**DATASET EXCERPTS:**

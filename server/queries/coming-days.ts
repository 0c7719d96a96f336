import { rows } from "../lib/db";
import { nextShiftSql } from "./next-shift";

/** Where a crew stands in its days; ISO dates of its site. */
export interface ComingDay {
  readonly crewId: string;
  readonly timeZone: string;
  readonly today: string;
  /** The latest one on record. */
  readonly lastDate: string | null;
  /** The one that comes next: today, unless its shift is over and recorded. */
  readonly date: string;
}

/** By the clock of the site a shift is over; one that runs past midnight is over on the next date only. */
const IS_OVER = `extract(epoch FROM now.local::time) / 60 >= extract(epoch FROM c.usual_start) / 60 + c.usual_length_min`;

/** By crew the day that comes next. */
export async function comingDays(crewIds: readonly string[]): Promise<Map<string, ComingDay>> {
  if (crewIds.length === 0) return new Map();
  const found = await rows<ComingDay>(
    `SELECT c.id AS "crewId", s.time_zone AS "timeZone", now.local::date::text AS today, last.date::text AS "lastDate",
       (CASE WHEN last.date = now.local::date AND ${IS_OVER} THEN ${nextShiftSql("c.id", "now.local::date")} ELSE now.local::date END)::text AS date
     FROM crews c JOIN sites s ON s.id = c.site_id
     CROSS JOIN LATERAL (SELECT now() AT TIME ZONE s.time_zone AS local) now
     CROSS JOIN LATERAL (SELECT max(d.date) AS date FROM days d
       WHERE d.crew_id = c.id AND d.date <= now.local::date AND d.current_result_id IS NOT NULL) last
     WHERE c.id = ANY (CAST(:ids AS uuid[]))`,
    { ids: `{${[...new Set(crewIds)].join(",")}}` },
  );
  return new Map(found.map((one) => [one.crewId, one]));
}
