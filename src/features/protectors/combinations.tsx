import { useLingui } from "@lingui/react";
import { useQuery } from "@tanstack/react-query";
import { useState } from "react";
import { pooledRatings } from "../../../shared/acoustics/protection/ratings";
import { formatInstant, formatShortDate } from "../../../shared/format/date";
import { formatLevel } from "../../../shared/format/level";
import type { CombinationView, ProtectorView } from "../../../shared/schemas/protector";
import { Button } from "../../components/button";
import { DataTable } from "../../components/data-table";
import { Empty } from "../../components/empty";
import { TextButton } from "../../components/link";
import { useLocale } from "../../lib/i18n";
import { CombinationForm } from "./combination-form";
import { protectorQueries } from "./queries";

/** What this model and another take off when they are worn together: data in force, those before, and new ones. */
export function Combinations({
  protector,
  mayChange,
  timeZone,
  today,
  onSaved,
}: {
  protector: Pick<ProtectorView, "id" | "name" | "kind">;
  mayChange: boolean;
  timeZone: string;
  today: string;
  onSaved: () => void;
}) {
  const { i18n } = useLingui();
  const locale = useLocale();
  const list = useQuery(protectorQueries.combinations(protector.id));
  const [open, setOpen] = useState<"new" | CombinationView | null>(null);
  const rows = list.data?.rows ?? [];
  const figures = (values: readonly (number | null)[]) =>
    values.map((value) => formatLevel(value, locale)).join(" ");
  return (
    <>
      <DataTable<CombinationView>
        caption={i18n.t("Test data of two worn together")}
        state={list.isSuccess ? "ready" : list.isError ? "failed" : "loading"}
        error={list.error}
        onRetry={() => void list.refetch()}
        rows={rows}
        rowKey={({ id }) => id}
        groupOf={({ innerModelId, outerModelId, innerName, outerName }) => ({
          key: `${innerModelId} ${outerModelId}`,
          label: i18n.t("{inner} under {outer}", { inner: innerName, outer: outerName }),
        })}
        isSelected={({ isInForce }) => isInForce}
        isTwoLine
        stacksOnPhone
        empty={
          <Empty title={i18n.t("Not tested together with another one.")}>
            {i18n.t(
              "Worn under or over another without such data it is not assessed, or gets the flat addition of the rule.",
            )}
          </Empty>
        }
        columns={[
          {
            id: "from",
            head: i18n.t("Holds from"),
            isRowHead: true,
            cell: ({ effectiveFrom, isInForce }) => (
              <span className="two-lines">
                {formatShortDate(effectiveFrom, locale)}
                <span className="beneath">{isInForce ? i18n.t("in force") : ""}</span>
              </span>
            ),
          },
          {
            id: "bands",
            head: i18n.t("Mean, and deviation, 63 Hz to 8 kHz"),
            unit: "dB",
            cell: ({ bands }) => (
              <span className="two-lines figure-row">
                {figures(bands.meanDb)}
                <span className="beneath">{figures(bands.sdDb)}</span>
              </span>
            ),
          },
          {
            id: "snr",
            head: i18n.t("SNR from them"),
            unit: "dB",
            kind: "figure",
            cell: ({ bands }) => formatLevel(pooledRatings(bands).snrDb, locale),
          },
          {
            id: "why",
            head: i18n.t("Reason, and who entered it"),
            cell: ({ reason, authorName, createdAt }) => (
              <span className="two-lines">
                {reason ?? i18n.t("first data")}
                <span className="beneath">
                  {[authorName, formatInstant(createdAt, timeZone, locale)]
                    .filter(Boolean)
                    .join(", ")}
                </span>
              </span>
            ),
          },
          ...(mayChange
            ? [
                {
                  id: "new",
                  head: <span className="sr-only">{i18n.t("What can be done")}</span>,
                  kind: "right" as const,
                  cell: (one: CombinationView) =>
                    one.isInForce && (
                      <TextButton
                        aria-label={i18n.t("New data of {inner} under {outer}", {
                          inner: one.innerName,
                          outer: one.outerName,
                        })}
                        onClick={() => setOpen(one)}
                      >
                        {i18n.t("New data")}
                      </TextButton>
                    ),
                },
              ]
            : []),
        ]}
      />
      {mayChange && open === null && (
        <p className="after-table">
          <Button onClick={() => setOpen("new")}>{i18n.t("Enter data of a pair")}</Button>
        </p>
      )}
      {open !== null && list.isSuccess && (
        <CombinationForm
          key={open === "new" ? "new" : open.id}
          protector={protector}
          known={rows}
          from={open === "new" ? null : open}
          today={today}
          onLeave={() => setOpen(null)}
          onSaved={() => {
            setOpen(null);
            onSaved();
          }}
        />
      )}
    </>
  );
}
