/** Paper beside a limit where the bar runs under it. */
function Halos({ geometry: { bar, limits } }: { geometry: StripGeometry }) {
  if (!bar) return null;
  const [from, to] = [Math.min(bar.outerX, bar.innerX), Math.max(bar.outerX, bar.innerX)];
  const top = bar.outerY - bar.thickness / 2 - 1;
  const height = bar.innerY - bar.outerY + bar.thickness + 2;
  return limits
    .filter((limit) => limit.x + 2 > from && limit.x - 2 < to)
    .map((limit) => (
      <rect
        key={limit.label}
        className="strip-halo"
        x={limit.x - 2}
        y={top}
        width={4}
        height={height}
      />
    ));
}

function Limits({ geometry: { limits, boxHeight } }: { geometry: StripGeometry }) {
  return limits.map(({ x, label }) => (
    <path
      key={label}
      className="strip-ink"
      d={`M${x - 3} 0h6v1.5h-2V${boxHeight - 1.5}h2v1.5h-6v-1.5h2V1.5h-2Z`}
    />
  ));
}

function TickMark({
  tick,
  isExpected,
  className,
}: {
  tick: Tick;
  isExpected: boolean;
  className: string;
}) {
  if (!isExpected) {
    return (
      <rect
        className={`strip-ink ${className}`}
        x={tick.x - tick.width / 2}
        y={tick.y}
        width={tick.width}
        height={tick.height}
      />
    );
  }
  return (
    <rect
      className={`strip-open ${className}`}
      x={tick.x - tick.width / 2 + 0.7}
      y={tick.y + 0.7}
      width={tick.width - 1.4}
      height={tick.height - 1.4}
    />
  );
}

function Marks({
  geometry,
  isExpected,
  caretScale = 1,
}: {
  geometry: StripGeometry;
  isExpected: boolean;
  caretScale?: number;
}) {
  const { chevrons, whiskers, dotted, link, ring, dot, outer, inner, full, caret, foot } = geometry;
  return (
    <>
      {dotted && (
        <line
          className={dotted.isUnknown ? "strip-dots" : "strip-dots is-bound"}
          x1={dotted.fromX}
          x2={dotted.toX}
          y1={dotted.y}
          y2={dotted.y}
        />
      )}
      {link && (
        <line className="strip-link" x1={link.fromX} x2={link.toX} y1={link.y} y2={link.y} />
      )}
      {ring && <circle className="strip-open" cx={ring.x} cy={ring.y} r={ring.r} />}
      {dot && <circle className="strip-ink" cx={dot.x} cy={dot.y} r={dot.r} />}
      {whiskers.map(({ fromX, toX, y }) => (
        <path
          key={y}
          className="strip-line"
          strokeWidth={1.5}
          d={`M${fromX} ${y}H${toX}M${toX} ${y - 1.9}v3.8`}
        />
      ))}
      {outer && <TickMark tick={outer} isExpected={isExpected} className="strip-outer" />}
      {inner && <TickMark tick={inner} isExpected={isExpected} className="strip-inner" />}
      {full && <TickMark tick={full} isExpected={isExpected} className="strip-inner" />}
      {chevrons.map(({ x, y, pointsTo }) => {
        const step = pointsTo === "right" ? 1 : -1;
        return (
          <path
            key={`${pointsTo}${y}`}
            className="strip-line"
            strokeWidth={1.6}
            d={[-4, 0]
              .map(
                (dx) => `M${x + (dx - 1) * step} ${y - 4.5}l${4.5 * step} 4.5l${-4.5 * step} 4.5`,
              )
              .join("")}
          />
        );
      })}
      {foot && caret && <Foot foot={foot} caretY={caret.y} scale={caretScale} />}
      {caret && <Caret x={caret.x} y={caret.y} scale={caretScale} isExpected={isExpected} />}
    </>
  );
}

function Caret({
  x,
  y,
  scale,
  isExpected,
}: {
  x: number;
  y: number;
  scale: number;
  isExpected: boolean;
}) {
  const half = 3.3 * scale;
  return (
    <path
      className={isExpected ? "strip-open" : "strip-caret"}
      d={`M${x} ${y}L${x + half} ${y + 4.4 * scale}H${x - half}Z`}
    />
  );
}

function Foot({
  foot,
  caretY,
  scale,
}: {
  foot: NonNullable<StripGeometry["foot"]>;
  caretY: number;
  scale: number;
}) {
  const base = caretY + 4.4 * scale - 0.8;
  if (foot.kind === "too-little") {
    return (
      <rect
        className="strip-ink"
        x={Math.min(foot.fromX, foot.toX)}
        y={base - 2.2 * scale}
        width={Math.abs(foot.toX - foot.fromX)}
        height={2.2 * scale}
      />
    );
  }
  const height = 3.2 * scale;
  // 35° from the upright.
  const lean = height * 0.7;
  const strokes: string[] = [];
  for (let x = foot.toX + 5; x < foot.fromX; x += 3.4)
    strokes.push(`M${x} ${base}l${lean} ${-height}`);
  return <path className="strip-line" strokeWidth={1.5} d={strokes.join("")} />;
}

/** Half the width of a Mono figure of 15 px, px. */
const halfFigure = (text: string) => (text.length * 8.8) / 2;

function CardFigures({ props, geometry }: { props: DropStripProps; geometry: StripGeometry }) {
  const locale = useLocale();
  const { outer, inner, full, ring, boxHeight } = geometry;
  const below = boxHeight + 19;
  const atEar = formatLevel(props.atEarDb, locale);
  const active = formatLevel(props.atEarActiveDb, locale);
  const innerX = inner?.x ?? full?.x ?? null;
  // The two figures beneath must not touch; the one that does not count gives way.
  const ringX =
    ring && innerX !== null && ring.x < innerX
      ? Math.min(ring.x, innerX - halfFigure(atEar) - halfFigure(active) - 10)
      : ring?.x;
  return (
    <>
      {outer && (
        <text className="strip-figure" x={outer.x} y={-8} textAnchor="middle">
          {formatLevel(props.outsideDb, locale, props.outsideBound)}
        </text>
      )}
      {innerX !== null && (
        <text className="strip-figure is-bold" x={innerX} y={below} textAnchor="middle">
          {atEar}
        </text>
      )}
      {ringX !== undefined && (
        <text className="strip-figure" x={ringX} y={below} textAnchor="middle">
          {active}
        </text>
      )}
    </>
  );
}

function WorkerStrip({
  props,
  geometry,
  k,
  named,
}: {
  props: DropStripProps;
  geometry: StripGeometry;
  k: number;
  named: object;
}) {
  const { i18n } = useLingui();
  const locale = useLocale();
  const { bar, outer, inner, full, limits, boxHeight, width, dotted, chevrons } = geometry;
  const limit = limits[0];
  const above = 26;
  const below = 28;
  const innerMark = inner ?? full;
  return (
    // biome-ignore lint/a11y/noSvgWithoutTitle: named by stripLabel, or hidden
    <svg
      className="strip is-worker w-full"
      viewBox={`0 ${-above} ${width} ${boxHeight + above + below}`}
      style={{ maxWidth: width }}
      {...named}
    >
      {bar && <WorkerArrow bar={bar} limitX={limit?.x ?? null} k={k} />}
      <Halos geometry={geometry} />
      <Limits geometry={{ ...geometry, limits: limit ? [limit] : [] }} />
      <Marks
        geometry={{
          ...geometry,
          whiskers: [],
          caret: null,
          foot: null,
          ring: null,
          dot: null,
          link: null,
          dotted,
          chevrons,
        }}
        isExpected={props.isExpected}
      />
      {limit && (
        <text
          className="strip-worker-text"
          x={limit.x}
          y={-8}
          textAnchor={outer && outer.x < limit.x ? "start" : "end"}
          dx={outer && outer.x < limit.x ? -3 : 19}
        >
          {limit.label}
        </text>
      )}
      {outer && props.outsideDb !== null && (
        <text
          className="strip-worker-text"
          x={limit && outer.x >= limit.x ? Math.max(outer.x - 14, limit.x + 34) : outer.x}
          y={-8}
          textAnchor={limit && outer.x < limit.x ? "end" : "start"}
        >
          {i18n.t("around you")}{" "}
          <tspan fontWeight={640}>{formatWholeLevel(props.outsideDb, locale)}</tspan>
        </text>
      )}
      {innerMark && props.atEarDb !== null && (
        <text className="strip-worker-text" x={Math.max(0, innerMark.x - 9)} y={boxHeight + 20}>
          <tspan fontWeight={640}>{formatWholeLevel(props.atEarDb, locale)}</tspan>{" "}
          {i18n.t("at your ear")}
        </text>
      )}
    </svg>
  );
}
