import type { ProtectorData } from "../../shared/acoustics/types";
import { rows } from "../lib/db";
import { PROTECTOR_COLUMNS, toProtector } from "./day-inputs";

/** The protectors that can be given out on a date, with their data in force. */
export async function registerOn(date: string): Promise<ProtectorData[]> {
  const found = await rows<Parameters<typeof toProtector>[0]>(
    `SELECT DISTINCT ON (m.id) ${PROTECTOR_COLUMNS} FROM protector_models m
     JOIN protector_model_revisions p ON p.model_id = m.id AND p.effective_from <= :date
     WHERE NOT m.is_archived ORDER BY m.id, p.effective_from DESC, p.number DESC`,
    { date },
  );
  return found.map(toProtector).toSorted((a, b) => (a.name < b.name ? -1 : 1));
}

**TASK:** Using the entries above, quote each line verbatim from the first through the line that contains "readonly lastDate: string | null;".

**WORKED SOLUTION:**
filename server/queries/coming-days.ts
repository 0c7719d96a96f336
import { rows } from "../lib/db";
import { nextShiftSql } from "./next-shift";

/** Where a crew stands in its days; ISO dates of its site. */
export interface ComingDay {
  readonly crewId: string;
  readonly timeZone: string;
  readonly today: string;
  /** The latest one on record. */
  readonly lastDate: string | null;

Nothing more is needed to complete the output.